[Dataset items]
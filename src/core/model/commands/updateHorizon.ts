import type { DocHorizon, ProjectDoc } from '../projectDoc';

/** Returns the document with one horizon replaced by `change(horizon)`; the same document when the id is unknown or nothing changed. */
export function updateHorizon(doc: ProjectDoc, horizonId: string, change: (h: DocHorizon) => DocHorizon): ProjectDoc {
  const i = doc.horizons.findIndex((h) => h.id === horizonId);
  if (i < 0) return doc;
  const next = change(doc.horizons[i]);
  if (next === doc.horizons[i]) return doc;
  const horizons = doc.horizons.slice();
  horizons[i] = next;
  return { ...doc, horizons };
}
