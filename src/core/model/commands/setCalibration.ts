import type { Calibration, ProjectDoc } from '../projectDoc';

/** Returns the document with its calibration replaced (null clears it); every result follows, as shapes are stored in pixels. */
export function setCalibration(doc: ProjectDoc, calibration: Calibration | null): ProjectDoc {
  return doc.calibration === calibration ? doc : { ...doc, calibration };
}
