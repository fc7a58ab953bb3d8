import type { ImagePx, ProjectDoc } from '../projectDoc';
import { updateHorizon } from './updateHorizon';

/** Returns the document with the horizon's vertices (image pixels) replaced; projected runs are cleared since indices no longer match. */
export function setHorizonPoints(doc: ProjectDoc, horizonId: string, pointsPx: ImagePx[]): ProjectDoc {
  return updateHorizon(doc, horizonId, (h) => ({ ...h, pointsPx: pointsPx.map(([u, v]) => [u, v]), projected: [] }));
}
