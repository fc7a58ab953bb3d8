// A faulted section from the forward model (vertical simple shear over a ramp-flat fault; Gibbs 1983,
// J. Struct. Geol. 5, for the construction; exactness docs/method.md §Forward models) placed on a scan
// through an axes calibration of 10 m per pixel: every horizon's excess area is D·(z_r − zd).
import { fitCalibration, type FittedCalibration } from '../../src/core/calibration/fitCalibration';
import { sectionToImage } from '../../src/core/calibration/mapPoints';
import { faultedSection, type FaultedTruth } from '../../src/core/forward/faultedSection';
import type { ImagePx } from '../../src/core/model/projectDoc';
import type { XZ } from '../../src/core/model/section';

export const RAMP_FLAT: XZ[] = [[-8000, -3000], [6000, -3000], [8000, -1800], [9000, -600], [10500, 800], [30000, 800]];

export interface FaultedPx {
  frame: FittedCalibration;
  pins: [number, number];
  faultPx: ImagePx[];
  horizons: { pointsPx: ImagePx[]; joins: { at: number; faultId: string }[]; regionalPx: ImagePx[] }[];
  truth: FaultedTruth;
}

/** The forward model's section with displacement D, in image pixels (fault id "fault-1"). */
export function faultedPx(D: number, rightToLeft = false): FaultedPx {
  const cal = fitCalibration({ kind: 'axes', xPoints: [{ u: 0, v: 0, value: -10000 }, { u: 5000, v: 0, value: 40000 }], zPoints: [{ u: 0, v: 0, value: 2000 }, { u: 0, v: 600, value: -4000 }] });
  if (!cal.ok) throw new Error(cal.message);
  const frame = cal.fit;
  const px = (q: XZ) => sectionToImage(frame, q);
  const levels = [500, -500, -1500, -2500].map((r, i) => ({ name: `L${i}`, regionalElevation: r }));
  const { section, truth } = faultedSection({ units: 'm', pins: [0, 20000], displacement: D, fault: RAMP_FLAT, horizons: levels, rightToLeft });
  const horizons = section.horizons.map((h) => {
    const [a, b] = h.pieces!;
    return { pointsPx: [...a, ...b].map(px), joins: [{ at: a.length, faultId: 'fault-1' }], regionalPx: h.regional.map(px) };
  });
  return { frame, pins: section.pins, faultPx: section.faults![0].line.map(px), horizons, truth };
}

[Work to complete]:
I'd like the lines above from the one with "export interface FaultedPx" up to and including the one with "const frame = cal.fit;" copied exactly, with no other lines.

[Response area]:
export interface FaultedPx {
  frame: FittedCalibration;
  pins: [number, number];
  faultPx: ImagePx[];
  horizons: { pointsPx: ImagePx[]; joins: { at: number; faultId: string }[]; regionalPx: ImagePx[] }[];
  truth: FaultedTruth;
}

/** The forward model's section with displacement D, in image pixels (fault id "fault-1"). */
export function faultedPx(D: number, rightToLeft = false): FaultedPx {
  const cal = fitCalibration({ kind: 'axes', xPoints: [{ u: 0, v: 0, value: -10000 }, { u: 5000, v: 0, value: 40000 }], zPoints: [{ u: 0, v: 0, value: 2000 }, { u: 0, v: 600, value: -4000 }] });
  if (!cal.ok) throw new Error(cal.message);
  const frame = cal.fit;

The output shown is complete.